This is the official implementation for D-CoDe: Scaling Image-Pretrained VLMs to Video via Dynamic Compression and Question Decomposition

by Yiyang Huang, Yizhou Wang, Yun Fu.

D-CoDe is a training-free framework for adapting image-pretrained vision-language models (VLMs) to video understanding. It achieves strong performance across multiple benchmarks, especially on long-video tasks, demonstrating its potential for complex video-language understanding.

Table of contents

Core Components

The core implementation is in Dcode.py, which provides three main functions:

Function Description Paper Method
generate_subquestions() Decompose questions into sub-questions using GPT-3.5 Question Decomposition
supp_frame_selection() Select frames based on CLIP semantic similarity Dynamic Compression (Frame)
token_select_and_merge() Select and merge visual tokens to reduce redundancy Dynamic Compression (Token)

Quick Start

from Dcode import generate_subquestions, supp_frame_selection, token_select_and_merge, load_clip_model

# 1. Question Decomposition (requires OPENAI_API_KEY environment variable)
subquestions = generate_subquestions(
    question="What did the person do after picking up the cup?",
    prompt_variant="original"  # Options: "original", "no_background", "no_temporal_focus", "re"
)

# 2. Frame Selection (based on semantic diversity)
clip_processor, clip_model = load_clip_model()
selected_frames, frame_idxs = supp_frame_selection(
    video_frames,           # List of PIL Images
    N=15,                   # Number of frames to select
    uniform_ratio=0.85,     # Ratio for uniform sampling
    clip_model=clip_model,
    clip_processor=clip_processor
)

# 3. Token Selection and Merge
merged_features = token_select_and_merge(
    image_features,                  # Tensor (T, N, D)
    top_k=288,                       # Tokens to keep per frame
    merge_strategy="mean",           # Options: "mean", "max", "weighted_mean"
    similarity_threshold=0.8         # Similarity threshold for merging
)

Getting Started

Installation

  • The code is developed with CUDA 11.7, Python >= 3.10.12, PyTorch >= 2.1.0

    1. [Optional but recommended] Create a new conda environment.

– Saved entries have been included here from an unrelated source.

#include "safesite/pipeline/check.hpp"

#include <cstdint>
#include <numeric>

#include "safesite/error.hpp"
#include "safesite/io/csv_table.hpp"

namespace safesite::pipeline {

CheckResult check(const spec::ModelSpec& model) {
    if (!model.data.census)
        throw SpecError({model.file.string(), 0, 0, "data.census"},
                        "the model file names no census ([data] census)");
    const io::CsvTable csv = io::CsvTable::read(*model.data.census);
    const census::Census c = census::read_census(csv, spec::to_census_options(model));
    CheckResult out;
    out.census_file = model.data.census->string();
    out.microsites = model.microsites.labels;
    out.report = c.report();
    out.summary = c.summary();
    return out;
}

std::vector<report::TidyTable> check_tables(const CheckResult& result) {
    using report::integer;
    using report::text;
    auto count = [](auto n) { return integer(static_cast<std::int64_t>(n)); };
    const auto& s = result.summary;

    report::TidyTable years{"census_years",
                            {"year", "next_censused", "alive", "flowering", "seeds_counted",
                             "flowering_without_count", "transitions", "excluded_notfound",
                             "recruits_next_year"},
                            {}};
    report::TidyTable sites{"census_microsites",
                            {"year", "microsite", "alive", "recruits_next_year"},
                            {}};
    for (const auto& y : s.per_year) {
        const std::size_t recruits = std::accumulate(y.recruits_by_microsite.begin(),
                                                     y.recruits_by_microsite.end(),
                                                     std::size_t{0});
        years.rows.push_back({count(y.year), count(y.next_censused ? 1 : 0), count(y.alive),
                              count(y.flowering), count(y.seeds_counted),
                              count(y.flowering_without_count), count(y.transitions),
                              count(y.excluded_notfound), count(recruits)});
        for (std::size_t m = 0; m < result.microsites.size(); ++m) {
            const auto alive = m < y.alive_by_microsite.size() ? y.alive_by_microsite[m] : 0;
            const auto rec = m < y.recruits_by_microsite.size() ? y.recruits_by_microsite[m] : 0;
            sites.rows.push_back({count(y.year), text(result.microsites[m]), count(alive),
                                  y.next_censused ? count(rec) : report::missing()});
        }
    }
    report::TidyTable gaps{"census_gaps", {"from_year", "to_year"}, {}};
    for (const auto& g : s.gaps) gaps.rows.push_back({count(g.from), count(g.to)});

    report::TidyTable problems{
        "problems",
        {"severity", "code", "message", "count", "line", "column", "key", "example"},
        {}};
    for (const auto& issue : result.report.issues()) {
        const std::string severity =
            issue.severity == census::Severity::error ? "error" : "warning";
        if (issue.examples.empty())
            problems.rows.push_back({text(severity), text(issue.code), text(issue.message),
                                     count(issue.count), report::missing(), report::missing(),
                                     text(""), text("")});
        for (const auto& ex : issue.examples)
            problems.rows.push_back(
                {text(severity), text(issue.code), text(issue.message), count(issue.count),
                 ex.line > 0 ? count(ex.line) : report::missing(),
                 ex.column > 0 ? count(ex.column) : report::missing(), text(ex.key),
                 text(ex.text)});
    }
    return {years, sites, gaps, problems};
}

}  // namespace safesite::pipeline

      conda create -n d_code python=3.10.12
      

      And activate the environment.

      conda activate d_code
      
    2. Install the requirements.

      bash setup_env.sh
      
    3. Add OpenAI key and organization to the system environment to use GPT-3.5-turbo for model evaluation.

      export OPENAI_API_KEY=$YOUR_OPENAI_API_KEY
      export OPENAI_ORG=$YOUR_OPENAI_ORG  # optional
      
    4. Download pre-trained LLaVA-NeXT weights from HuggingFace, and put them under the Dcode folder.

      git lfs clone https://huggingface.co/liuhaotian/llava-v1.6-vicuna-7b liuhaotian/llava-v1.6-vicuna-7b
      

Data Preparation

  1. Ground-truth QA Files: The ground-truth question and answer CSV files are already included in playground/gt_qa_files. These files are prepared based on IG-VLM.

    Available datasets:

    • MSVD-QA (MSVDQA.csv)
    • MSRVTT-QA (MSRVTTQA.csv)
    • TGIF-QA (TGIFFrameQA.csv)
    • ActivityNet-QA (ActivityNetQA.csv)
    • NExT-QA (Next_QA.csv)
    • EgoSchema (EgoSchema.csv)
    • IntentQA (IntentQA.csv)
  2. Download Raw Videos: Download the raw videos from the official websites.

  3. Organize Videos: Organize the raw videos under playground/data.

    • To directly use our data loaders without changing paths, please organize your datasets as follows

      $ Dcode/playground/data
          β”œβ”€β”€ video_qa
              β”œβ”€β”€ MSVD_Zero_Shot_QA
                  β”œβ”€β”€ videos
                      β”œβ”€β”€ ...
              β”œβ”€β”€ MSRVTT_Zero_Shot_QA
                  β”œβ”€β”€ videos
                      β”œβ”€β”€ all
                          β”œβ”€β”€ ...
              β”œβ”€β”€ TGIF_Zero_Shot_QA
                 β”œβ”€β”€ mp4
                     β”œβ”€β”€ ...
              β”œβ”€β”€ Activitynet_Zero_Shot_QA
                 β”œβ”€β”€ all_test
                     β”œβ”€β”€ ...
          β”œβ”€β”€ multiple_choice_qa
              β”œβ”€β”€ NExTQA
                  β”œβ”€β”€ video
                     β”œβ”€β”€ ...
              β”œβ”€β”€ EgoSchema
                  β”œβ”€β”€ video
                     β”œβ”€β”€ ...
              β”œβ”€β”€ IntentQA
                  β”œβ”€β”€ video
                     β”œβ”€β”€ ...
      

Inference and Evaluation

D-CoDe is a training-free method, so we can directly do the inference and evaluation without model training.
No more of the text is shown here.